• WORK REQUEST:
I'd like an exact copy of every line from the start of the entries below through the line containing "const char *name;", please.

Stored data:
#include "read/build.h"

#include <math.h>
#include <stdio.h>
#include <stdlib.h>
#include <string.h>

#include "physics/xray.h"
#include "read/suggest.h"

typedef struct {
	const bh_conf_section *s; /* NULL: the file does not have it */
	const char *name;
	bh_problems *problems;
} part;

static part part_of(const bh_conf_section *root, const char *name, bh_problems *problems)
{
	return (part){ bh_conf_section_of(root, name), name, problems };
}

static double number(const part *p, const char *key)
{
	return bh_conf_number(BH_FILE_INSTRUMENT, p->s, p->name, key);
}

static double number_or_0(const part *p, const char *key)
{
	double value = number(p, key);

	return isnan(value) ? 0 : value;
}

static const char *text(const part *p, const char *key)
{
	return bh_conf_text(BH_FILE_INSTRUMENT, p->s, p->name, key);
}

static bh_place place_of(const part *p, const char *key)
{
	const bh_conf_entry *entry = bh_conf_entry_of(p->s, key);

	return entry ? entry->values[0].place : p->s->place;
}

/* {low, high} */
static bool pair(double *low, double *high, const part *p, const char *key)
{
	const bh_conf_entry *entry = bh_conf_entry_of(p->s, key);

	if (!entry) /* noted */
		return false;
	if (entry->count != 2 || !(entry->values[0].number < entry->values[1].number))
		return bh_problem(
			p->problems, entry->place,
			"\"%s\" is not {low, high}\ntwo values, the lower first", key);
	*low = entry->values[0].number;
	*high = entry->values[1].number;
	return true;
}

/* A key that another one needs; it may be what a faulty section lacks. */
static bool needs(const part *p, const char *key, const char *because)
{
	return bh_conf_entry_of(p->s, key) || p->s->faulty ||
	       bh_problem(p->problems, p->s->place,
			  "\"%s\" has no \"%s\"\nit is needed with %s", p->name, key,
			  because);
}

/* Keys that mean nothing without another one. */
static bool alone(const part *p, const char *keys, const char *without)
{
	bool good = true;

	for (size_t i = 0; i < p->s->entry_count; i++) {
		const bh_conf_entry *entry = &p->s->entries[i];
		const char *found = strstr(keys, entry->key->name);
		size_t n = strlen(entry->key->name);

		if (found && (found == keys || found[-1] == ' ') &&
		    (found[n] == ' ' || !found[n]) && !p->s->faulty)
			good = bh_problem(p->problems, entry->place,
					  "\"%s\" means nothing here\nit goes with %s",
					  entry->key->name, without);
	}
	return good;
}

static bool element(int *z, const part *p, const char *key)
{
	*z = 0;
	if (!*text(p, key))
		return true;
	*z = bh_xray_z(text(p, key));
	return *z ||
	       bh_problem(p->problems, place_of(p, key),
			  "\"%s\" is \"%s\": that is no element\nallowed: symbols H "
			  "to U, like Ni",
			  key, text(p, key));
}

static bool goniometer(bh_instrument *to, const bh_conf_section *root,
		       bh_problems *problems)
{
	part p = part_of(root, "goniometer", problems);

	if (!p.s)
		return false;
	to->radius_mm = number(&p, "radius_mm");
	to->smallest_step_deg = number(&p, "smallest_step");
	to->fastest_deg_s = number(&p, "fastest");
	to->settle_s = number(&p, "settle_s");
	to->shortest_step_s = number(&p, "shortest_s");
	if (!pair(&to->two_theta_min_deg, &to->two_theta_max_deg, &p, "two_theta"))
		return false;
	return to->two_theta_max_deg - fmax(to->two_theta_min_deg, 0) >= 1 ||
	       bh_problem(problems, place_of(&p, "two_theta"),
			  "\"two_theta\" leaves less than 1° to measure in\n{low, high} "
			  "with high at least 1° above low and above 0");
}

static bool crystal(bh_monochromator *to, const part *p)
{
	to->two_theta_deg = number_or_0(p, "monochromator");
	to->side = strcmp(text(p, "monochromator_side"), "tube") == 0 ? BH_SIDE_TUBE
								      : BH_SIDE_DETECTOR;
	to->mosaic_deg = number(p, "monochromator_mosaic");
	to->reflectivity = number(p, "monochromator_reflectivity");
	to->ka1_only = number(p, "ka1_only") > 0;
	if (to->two_theta_deg > 0 && to->two_theta_deg < 2)
		return bh_problem(p->problems, place_of(p, "monochromator"),
				  "\"monochromator\" is %g\nallowed: 2 to 120 °2θ, or 0 "
				  "for none",
				  to->two_theta_deg);
	if (!(to->two_theta_deg > 0) &&
	    !alone(p,
		   "monochromator_side monochromator_mosaic monochromator_reflectivity",
		   "monochromator = angle"))
		return false;
	if (to->ka1_only && !p->s->faulty &&
	    (!(to->two_theta_deg > 0) || to->side != BH_SIDE_TUBE))
		return bh_problem(
			p->problems, place_of(p, "ka1_only"),
			"\"ka1_only\" needs a monochromator on the tube's side\ngive "
			"monochromator = angle and monochromator_side = \"tube\"");
	return true;
}

static bool generator(const bh_tube *to, const part *p)
{
	bool good = true;

	if (to->kV > to->most_kV)
		good = bh_problem(p->problems, place_of(p, "kV"),
				  "\"kV\" is %g\nallowed: up to most_kV "
				  "= %g",
				  to->kV, to->most_kV);
	if (to->mA > to->most_mA)
		good = bh_problem(p->problems, place_of(p, "mA"),
				  "\"mA\" is %g\nallowed: up to most_mA "
				  "= %g",
				  to->mA, to->most_mA);
	if (to->kV * to->mA > to->most_W * (1 + 1e-9))
		good = bh_problem(p->problems, place_of(p, "mA"),
				  "%g kV and %g mA are %g W\nallowed: up "
				  "to most_W = %g",
				  to->kV, to->mA, to->kV * to->mA, to->most_W);
	return good;
}

static bool tube(bh_tube *to, const bh_conf_section *s, bh_problems *problems)
{
	part p = { s, "tube", problems };
	char list[80] = "";
	bool good;

	to->anode = bh_anode_find(s->title);
	for (size_t i = 0; i < bh_anode_count; i++) {
		size_t used = strlen(list);

		snprintf(list + used, sizeof list - used, "%s%s", used ? ", " : "",
			 bh_anodes[i].symbol);
	}
	if (!to->anode)
		bh_problem(problems, s->title_place,
			   "no such anode: \"%.*s\"\nallowed: %s",
			   bh_suggest_cut(s->title, 40), s->title, list);
	to->most_kV = number(&p, "most_kV");
	to->most_mA = number(&p, "most_mA");
	to->most_W = number(&p, "most_W");
	to->kV = number(&p, "kV");
	to->mA = number(&p, "mA");
	to->takeoff_deg = number(&p, "takeoff");
	to->focus_mm = number(&p, "focus_mm");
	to->window_um = number(&p, "window_um");
	to->foil_side = strcmp(text(&p, "foil_side"), "tube") == 0 ? BH_SIDE_TUBE
								   : BH_SIDE_DETECTOR;
	to->foil_um = number_or_0(&p, "foil_um");
	to->throughput = number(&p, "throughput");
	to->throughput_factor = number(&p, "throughput_factor");
	to->tungsten_share = number(&p, "tungsten");
	good = generator(to, &p) && to->anode;
	good = element(&to->foil_z, &p, "foil") && good;
	if (to->foil_z)
		good = needs(&p, "foil_um", "foil") && good;
	else if (!*text(&p, "foil"))
		good = alone(&p, "foil_um foil_side",
			     "foil = \"Ni\" or another element") &&
		       good;
	return crystal(&to->monochromator, &p) && good;
}

static bool tubes(bh_instrument *to, const bh_conf_section *root, bh_problems *problems)
{
	bool good = true;

	for (size_t i = 0; i < root->section_count; i++) {
		const bh_conf_section *s = root->sections[i];

		if (strcmp(s->name, "tube") != 0)
			continue;
		if (to->tube_count == BH_MAX_TUBES)
			return bh_problem(problems, s->place,
					  "more than %d tubes\ntake some out",
					  BH_MAX_TUBES);
		good = tube(&to->tubes[to->tube_count++], s, problems) && good;
	}
	return good;
}

static int ascending(const void *a, const void *b)
{
	double x = *(const double *)a, y = *(const double *)b;

	return (x > y) - (x < y);
}

static bool slits(bh_instrument *to, const bh_conf_section *root, bh_problems *problems)
{
	part p = part_of(root, "slits", problems);
	const bh_conf_entry *offered = bh_conf_entry_of(p.s, "divergence");

	if (!p.s)
		return false;
	to->automatic_length_mm = number_or_0(&p, "automatic_length_mm");
	to->beam_width_mm = number(&p, "beam_width_mm");
	to->soller_tube_deg = number_or_0(&p, "soller_tube");
	to->soller_detector_deg = number_or_0(&p, "soller_detector");
	to->usual_divergence_deg = number_or_0(&p, "usual");
	if (to->automatic_length_mm > 0 && to->automatic_length_mm < 1)
		return bh_problem(
			problems, place_of(&p, "automatic_length_mm"),
			"\"automatic_length_mm\" is %g\nallowed: 1 to 100 mm, or "
			"0 for none",
			to->automatic_length_mm);
	if (!offered && !(to->automatic_length_mm > 0) && !p.s->faulty)
		return bh_problem(problems, p.s->place,
				  "\"slits\" offers no divergence\ngive divergence "
				  "= {...} and usual, or automatic_length_mm");
	if (!offered)
		return alone(&p, "usual", "divergence = {...}");
	if (offered->count > BH_MAX_SLITS)
		return bh_problem(problems, offered->place,
				  "more than %d slits\ntake some out", BH_MAX_SLITS);
	for (size_t i = 0; i < offered->count; i++)
		to->divergence_deg[to->divergence_count++] = offered->values[i].number;
	qsort(to->divergence_deg, to->divergence_count, sizeof *to->divergence_deg,
	      ascending);
	if (!needs(&p, "usual", "divergence") || !bh_conf_entry_of(p.s, "usual"))
		return false;
	for (size_t i = 0; i < to->divergence_count; i++)
		if (fabs(to->divergence_deg[i] - to->usual_divergence_deg) < 1e-9)
			return true;
	return bh_problem(problems, place_of(&p, "usual"),
			  "\"usual\" is %g\nallowed: one of "
			  "\"divergence\"",
			  to->usual_divergence_deg);
}

/* What the two kinds of detector need. */
static bool aperture(bh_detector *to, const part *p)
{
	bool strip = strcmp(text(p, "kind"), "strip") == 0, good;

	to->kind = strip ? BH_DETECTOR_STRIP : BH_DETECTOR_SLIT;
	to->aperture_mm = number_or_0(p, strip ? "pitch_mm" : "aperture_mm");
	to->channels = strip ? (size_t)number_or_0(p, "channels") : 1;
	to->standing = strip && number(p, "standing") > 0;
	if (!strip) {
		good = needs(p, "aperture_mm", "kind = \"slit\"");
		return alone(p, "pitch_mm channels standing", "kind = \"strip\"") && good;
	}
	good = needs(p, "pitch_mm", "kind = \"strip\"");
	good = needs(p, "channels", "kind = \"strip\"") && good;
	return alone(p, "aperture_mm", "kind = \"slit\"") && good;
}

static bool detector(bh_instrument *instrument, const bh_conf_section *root,
		     bh_problems *problems)
{
	part p = part_of(root, "detector", problems);
	bh_detector *to = &instrument->detector;
	bool good;

	if (!p.s)
		return false;
	to->height_mm = number(&p, "height_mm");
	to->sensor_um = number_or_0(&p, "sensor_um");
	to->efficiency = number(&p, "efficiency");
	to->resolution_frac = number(&p, "resolution");
	to->tail_frac = number(&p, "tail");
	to->linear_limit_cps = number(&p, "linear_limit");
	good = aperture(to, &p);
	good = element(&to->sensor_z, &p, "sensor") && good;
	if (to->sensor_z)
		good = needs(&p, "sensor_um", "sensor") && good;
	else if (!*text(&p, "sensor"))
		good = alone(&p, "sensor_um", "sensor = \"Si\" or another element") &&
		       good;
	if (!pair(&to->window_low_frac, &to->window_high_frac, &p, "window"))
		return false;
	if (to->window_low_frac < 1 && to->window_high_frac > 1)
		return good;
	return bh_problem(problems, place_of(&p, "window"),
			  "\"window\" leaves Kα out\nit must hold 1, the Kα energy, like "
			  "{0.75, 1.25}");
}

static bool gas(bh_gas *to, const part *p, const char *key)
{
	static const char *const names[BH_GAS_COUNT] = { "air", "helium", "vacuum" };

	for (int i = 0; i < BH_GAS_COUNT; i++)
		if (strcmp(text(p, key), names[i]) == 0)
			*to = (bh_gas)i;
	return true;
}

static bool profile(bh_instrument *to, const bh_conf_section *root, bh_problems *problems)
{
	part p = part_of(root, "profile", problems);

	if (!p.s || p.s->faulty) /* noted */
		return false;
	to->gauss_tan2_deg2 = number(&p, "gauss_tan2");
	to->gauss_tan_deg2 = number(&p, "gauss_tan");
	to->gauss_0_deg2 = number(&p, "gauss_0");
	to->lorentz_tan_deg = number(&p, "lorentz_tan");
	to->lorentz_sec_deg = number(&p, "lorentz_sec");
	for (double t = 0.02; t < 6; t *= 1.05) { /* tanθ from 2θ = 2.3° to 161° */
		double square = to->gauss_tan2_deg2 * t * t + to->gauss_tan_deg2 * t +
				to->gauss_0_deg2;
		double lorentz =
			to->lorentz_tan_deg * t + to->lorentz_sec_deg * sqrt(1 + t * t);

		if (square < 0 || !(square > 0 || lorentz > 0))
			return bh_problem(problems, p.s->place,
					  "the widths leave no line at 2θ = "
					  "%.0f°\nGaussian² must stay "
					  "≥ 0 and the line wider than 0 everywhere",
					  2 * atan(t) * 180 / 3.14159265358979);
	}
	return true;
}

static bool blank(bh_instrument *to, bh_arena *arena, const bh_conf_section *root,
		  bh_problems *problems)
{
	part p = part_of(root, "blank", problems);
	const bh_conf_entry *x, *y;

	if (!p.s)
		return true;
	x = bh_conf_entry_of(p.s, "two_theta");
	y = bh_conf_entry_of(p.s, "rate");
	if (!x || !y) /* noted */
		return false;
	if (x->count != y->count)
		return bh_problem(problems, y->place,
				  "\"rate\" has %zu values, \"two_theta\" has %zu\n"
				  "give one for each angle",
				  y->count, x->count);
	to->blank_two_theta_deg = bh_new(arena, double, x->count);
	to->blank_cps = bh_new(arena, double, x->count);
	if (!to->blank_two_theta_deg || !to->blank_cps) {
		problems->lost = true;
		return false;
	}
	for (size_t i = 0; i < x->count; i++) {
		if (i && !(x->values[i].number > x->values[i - 1].number))
			return bh_problem(problems, x->values[i].place,
					  "the angles of \"blank\" do not "
					  "rise\ngive them in order");
		to->blank_two_theta_deg[i] = x->values[i].number;
		to->blank_cps[i] = y->values[i].number;
	}
	to->blank_count = x->count;
	return true;
}

static void overhead(bh_instrument *to, const bh_conf_section *root,
		     bh_problems *problems)
{
	part p = part_of(root, "overhead", problems),
	     c = part_of(root, "continuum", problems);

	to->warm_up_s = number(&p, "warm_up_s");
	to->reference_check_s = number(&p, "reference_check_s");
	to->specimen_change_s = number(&p, "specimen_change_s");
	to->per_range_s = number(&p, "per_range_s");
	to->continuum_scale = number(&c, "scale");
	to->continuum_factor = number(&c, "factor");
}

bool bh_build_instrument(bh_instrument *instrument, bh_arena *arena,
			 const bh_conf_section *root, bh_problems *problems)
{
	part path = part_of(root, "path", problems);
	bool good;

	snprintf(instrument->title, sizeof instrument->title, "%s",
		 bh_conf_text(BH_FILE_INSTRUMENT, root, "", "title"));
	good = goniometer(instrument, root, problems);
	good = tubes(instrument, root, problems) && good;
	good = slits(instrument, root, problems) && good;
	good = detector(instrument, root, problems) && good;
	good = gas(&instrument->tube_path, &path, "tube") && good;
	good = gas(&instrument->detector_path, &path, "detector") && good;
	good = profile(instrument, root, problems) && good;
	overhead(instrument, root, problems);
	return blank(instrument, arena, root, problems) && good;
}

• TASK SOLUTION:
#include "read/build.h"

#include <math.h>
#include <stdio.h>
#include <stdlib.h>
#include <string.h>

#include "physics/xray.h"
#include "read/suggest.h"

typedef struct {
	const bh_conf_section *s; /* NULL: the file does not have it */
	const char *name;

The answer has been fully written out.